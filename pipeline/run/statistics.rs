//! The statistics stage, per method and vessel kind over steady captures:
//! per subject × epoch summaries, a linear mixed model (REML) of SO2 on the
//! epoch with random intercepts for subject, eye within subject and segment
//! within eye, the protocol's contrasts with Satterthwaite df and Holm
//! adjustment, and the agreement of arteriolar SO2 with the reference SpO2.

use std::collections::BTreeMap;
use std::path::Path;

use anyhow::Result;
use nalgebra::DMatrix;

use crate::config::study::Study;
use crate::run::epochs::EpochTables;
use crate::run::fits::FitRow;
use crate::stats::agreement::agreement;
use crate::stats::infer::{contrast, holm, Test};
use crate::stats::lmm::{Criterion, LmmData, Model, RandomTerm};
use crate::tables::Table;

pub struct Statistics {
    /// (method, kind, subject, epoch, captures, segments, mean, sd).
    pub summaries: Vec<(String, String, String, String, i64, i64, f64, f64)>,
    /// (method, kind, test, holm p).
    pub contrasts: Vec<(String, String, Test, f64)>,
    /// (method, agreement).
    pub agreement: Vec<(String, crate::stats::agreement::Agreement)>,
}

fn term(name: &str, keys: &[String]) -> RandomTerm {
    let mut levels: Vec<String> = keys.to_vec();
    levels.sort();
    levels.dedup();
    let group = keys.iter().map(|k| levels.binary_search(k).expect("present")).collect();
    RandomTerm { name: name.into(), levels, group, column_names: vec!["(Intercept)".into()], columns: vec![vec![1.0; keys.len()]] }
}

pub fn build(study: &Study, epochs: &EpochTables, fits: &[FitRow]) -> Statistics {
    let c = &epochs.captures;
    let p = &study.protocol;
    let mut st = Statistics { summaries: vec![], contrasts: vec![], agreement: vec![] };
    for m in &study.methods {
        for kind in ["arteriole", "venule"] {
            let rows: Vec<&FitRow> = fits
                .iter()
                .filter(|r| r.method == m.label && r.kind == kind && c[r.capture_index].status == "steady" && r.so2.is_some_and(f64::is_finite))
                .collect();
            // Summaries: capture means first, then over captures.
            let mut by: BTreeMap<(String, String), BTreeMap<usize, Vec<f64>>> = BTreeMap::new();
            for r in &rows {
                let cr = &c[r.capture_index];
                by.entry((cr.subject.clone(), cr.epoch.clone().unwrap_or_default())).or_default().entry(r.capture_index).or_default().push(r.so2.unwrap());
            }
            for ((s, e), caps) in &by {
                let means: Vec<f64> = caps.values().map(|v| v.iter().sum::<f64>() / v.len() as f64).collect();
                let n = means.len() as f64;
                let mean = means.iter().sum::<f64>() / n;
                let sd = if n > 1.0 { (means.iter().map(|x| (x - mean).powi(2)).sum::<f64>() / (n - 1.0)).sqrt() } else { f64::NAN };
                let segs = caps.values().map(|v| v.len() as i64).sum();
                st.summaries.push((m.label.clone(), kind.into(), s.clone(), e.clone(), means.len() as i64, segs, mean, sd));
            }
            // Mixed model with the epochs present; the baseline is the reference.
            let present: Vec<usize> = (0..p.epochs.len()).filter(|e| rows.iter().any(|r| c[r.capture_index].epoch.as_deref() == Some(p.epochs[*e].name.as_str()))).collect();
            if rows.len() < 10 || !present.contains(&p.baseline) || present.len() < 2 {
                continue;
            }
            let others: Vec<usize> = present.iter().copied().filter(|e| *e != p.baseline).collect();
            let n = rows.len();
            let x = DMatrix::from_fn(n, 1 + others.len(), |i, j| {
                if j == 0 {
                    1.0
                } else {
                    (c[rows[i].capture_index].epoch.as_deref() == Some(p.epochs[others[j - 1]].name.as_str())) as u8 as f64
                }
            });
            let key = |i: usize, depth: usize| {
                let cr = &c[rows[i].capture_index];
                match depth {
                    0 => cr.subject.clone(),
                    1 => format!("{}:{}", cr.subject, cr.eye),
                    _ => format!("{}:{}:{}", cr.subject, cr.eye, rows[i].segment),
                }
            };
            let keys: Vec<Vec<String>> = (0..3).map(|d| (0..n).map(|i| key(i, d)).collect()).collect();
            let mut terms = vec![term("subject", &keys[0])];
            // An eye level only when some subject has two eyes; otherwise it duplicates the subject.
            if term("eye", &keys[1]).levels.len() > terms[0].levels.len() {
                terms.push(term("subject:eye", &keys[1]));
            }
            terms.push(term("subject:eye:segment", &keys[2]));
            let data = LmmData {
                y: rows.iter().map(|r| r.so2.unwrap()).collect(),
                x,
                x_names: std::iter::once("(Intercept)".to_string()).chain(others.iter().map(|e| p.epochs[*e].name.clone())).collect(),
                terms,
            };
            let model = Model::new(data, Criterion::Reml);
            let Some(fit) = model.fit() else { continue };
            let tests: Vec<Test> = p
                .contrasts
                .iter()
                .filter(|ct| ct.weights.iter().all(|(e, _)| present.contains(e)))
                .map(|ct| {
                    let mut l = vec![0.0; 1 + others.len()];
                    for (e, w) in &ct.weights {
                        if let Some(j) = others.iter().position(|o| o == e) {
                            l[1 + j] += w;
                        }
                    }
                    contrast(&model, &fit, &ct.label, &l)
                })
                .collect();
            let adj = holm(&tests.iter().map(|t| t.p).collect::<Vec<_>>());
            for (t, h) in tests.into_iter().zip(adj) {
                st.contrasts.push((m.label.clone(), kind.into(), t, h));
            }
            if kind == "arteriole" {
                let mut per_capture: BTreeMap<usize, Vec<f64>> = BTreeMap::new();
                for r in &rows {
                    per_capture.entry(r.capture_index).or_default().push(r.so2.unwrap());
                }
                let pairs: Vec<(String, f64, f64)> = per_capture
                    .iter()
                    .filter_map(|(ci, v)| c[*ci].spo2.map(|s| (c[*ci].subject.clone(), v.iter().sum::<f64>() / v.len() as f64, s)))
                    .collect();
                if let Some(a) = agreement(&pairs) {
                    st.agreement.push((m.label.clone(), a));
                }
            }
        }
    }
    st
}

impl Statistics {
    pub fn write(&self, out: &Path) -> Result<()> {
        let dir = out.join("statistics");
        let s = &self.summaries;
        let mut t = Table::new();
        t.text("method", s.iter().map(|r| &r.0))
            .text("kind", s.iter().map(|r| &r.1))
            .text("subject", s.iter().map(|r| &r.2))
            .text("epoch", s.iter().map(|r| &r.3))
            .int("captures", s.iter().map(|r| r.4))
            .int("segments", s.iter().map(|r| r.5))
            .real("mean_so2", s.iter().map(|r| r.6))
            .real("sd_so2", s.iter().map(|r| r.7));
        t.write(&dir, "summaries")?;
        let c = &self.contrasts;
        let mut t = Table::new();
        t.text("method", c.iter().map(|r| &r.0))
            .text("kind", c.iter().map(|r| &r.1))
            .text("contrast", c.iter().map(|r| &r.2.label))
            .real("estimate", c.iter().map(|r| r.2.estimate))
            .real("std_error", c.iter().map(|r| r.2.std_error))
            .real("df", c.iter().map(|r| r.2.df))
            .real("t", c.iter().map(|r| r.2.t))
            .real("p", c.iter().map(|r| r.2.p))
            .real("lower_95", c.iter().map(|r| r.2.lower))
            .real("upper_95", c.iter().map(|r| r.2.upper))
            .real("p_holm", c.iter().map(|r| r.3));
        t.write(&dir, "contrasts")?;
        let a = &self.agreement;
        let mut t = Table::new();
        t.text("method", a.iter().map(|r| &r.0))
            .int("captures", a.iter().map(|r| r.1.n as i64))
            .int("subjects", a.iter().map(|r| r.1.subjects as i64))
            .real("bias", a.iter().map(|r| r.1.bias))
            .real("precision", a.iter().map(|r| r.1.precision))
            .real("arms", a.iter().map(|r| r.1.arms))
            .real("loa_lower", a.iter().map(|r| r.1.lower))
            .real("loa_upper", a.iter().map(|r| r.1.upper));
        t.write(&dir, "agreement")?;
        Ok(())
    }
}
--------------------
# HOW TO COMPLETE THIS TASK
Wherever a line in the data above holds the word "Criterion", copy that line.

# RESPONSE TO THIS TASK
use crate::stats::lmm::{Criterion, LmmData, Model, RandomTerm};
            let model = Model::new(data, Criterion::Reml);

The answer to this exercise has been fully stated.